Sophie se encogió de hombros.

—En la antigua casa, yo estaba al servicio de la señora Atkins, el ama de llaves; contaba hasta la última vela que usábamos, hasta el último trozo de jabón que nos daba. Teníamos que usar la pastilla de jabón hasta que estuviera transparente antes de que nos diera otra. Pero la señora Branwell me da una pastilla de jabón nueva siempre que quiero —explicó como si fuera la mejor prueba del carácter de Charlotte.

—Supongo que tienen mucho dinero, aquí en el Instituto. —Tessa estaba pensando en los impresionantes muebles y en el esplendor de toda la casa.

—Quizá. Pero le he arreglado suficientes vestidos a la señora Branwell como para saber que no se los compra nuevos.

Tessa recordó el vestido azul que Jessamine lucía durante la cena la noche anterior.

—¿Y la señorita Lovelace?

—Tiene su propio dinero —respondió Sophie seria. Se apartó de Tessa—. Bueno. Ahora ya está lista para que la vean.

Tessa sonrió.

—Gracias, Sophie.

Cuando Tessa llegó al comedor, los otros ya estaban a mitad del desayuno; Charlotte, con un sencillo vestido gris, estaba untando mermelada en una tostada; Henry medio escondido detrás de un periódico, y Jessamine picoteaba delicadamente de un cuenco de gachas. Will tenía un montón de huevos y beicon en el plato, y estaba acabando con ellos sin piedad, lo que, como Tessa no pudo evitar notar, no era muy corriente en alguien que decía haber estado fuera toda la noche bebiendo.

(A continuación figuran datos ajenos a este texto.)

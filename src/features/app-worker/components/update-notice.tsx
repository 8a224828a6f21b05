import { useState } from 'react';
import { applyAppUpdate, useAppVersion } from '../register';

/**
 * A small bar saying a newer version is ready, above the phone's bottom navigation. Reloading is
 * the user's choice, taken between scans; "Later" hides the bar until the next page load.
 */
export function UpdateNotice() {
  const version = useAppVersion();
  const [later, setLater] = useState(false);
  const [applying, setApplying] = useState(false);
  if (version !== 'waiting' || later) return null;
  const reload = () => {
    setApplying(true);
    void applyAppUpdate();
  };
  return (
    <div
      role="status"
      data-testid="app-update"
      className="fixed inset-x-3 bottom-20 z-30 flex flex-wrap items-center gap-3 rounded-card bg-ink-800 px-4 py-3 text-ink-50 shadow-lg ring-1 ring-temper-400 md:inset-x-auto md:bottom-4 md:right-4 md:max-w-md"
    >
      <p className="min-w-0 basis-full text-body sm:basis-0 sm:flex-1">
        <span className="font-semibold">A newer Halfmark is ready.</span>{' '}
        <span className="text-ink-200">Reload between scans; scans waiting on this device stay kept.</span>
      </p>
      <div className="ml-auto flex gap-2">
        <button type="button" onClick={() => setLater(true)} className="h-11 rounded-md px-3 text-body font-semibold text-ink-100 ring-1 ring-ink-500">
          Later
        </button>
        <button type="button" onClick={reload} disabled={applying} className="h-11 rounded-md bg-temper-400 px-4 text-body font-semibold text-ink-950 disabled:opacity-60">
          {applying ? 'Reloading…' : 'Reload now'}
        </button>
      </div>
    </div>
  );
}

—Estábamos hablando de usted —le dijo Jessamine a Tessa mientras ésta se sentaba. La chica mayor le acercó una bandeja de plata a Tessa—. ¿Beicon?

Tessa cogió el tenedor y miró inquieta alrededor de la mesa.

—¿De qué, concretamente?

—De lo que haces, claro. Los subterráneos no pueden vivir para siempre en el Instituto —contestó Will—. Yo propongo que la vendamos a los gitanos de Hampstead Heath —añadió dirigiéndose a Charlotte—. He oído que compran mujeres además de caballos.

—Will, para ya. —Charlotte alzó la mirada de la tostada—. Eso es ridículo.

Will se echó hacia atrás en su asiento.

—Tienes razón. Nunca la comprarían. Demasiado delgaducha.

—Ya basta —le riñó Charlotte—. La señorita Gray se quedará. Aunque sólo sea porque nos hallamos en medio de una investigación que requiere su ayuda. Ya he enviado un mensaje a la Clave explicando que se quedará aquí hasta que el asunto del Club Pandemónium se aclare y encontremos a su hermano. ¿No es así, Henry?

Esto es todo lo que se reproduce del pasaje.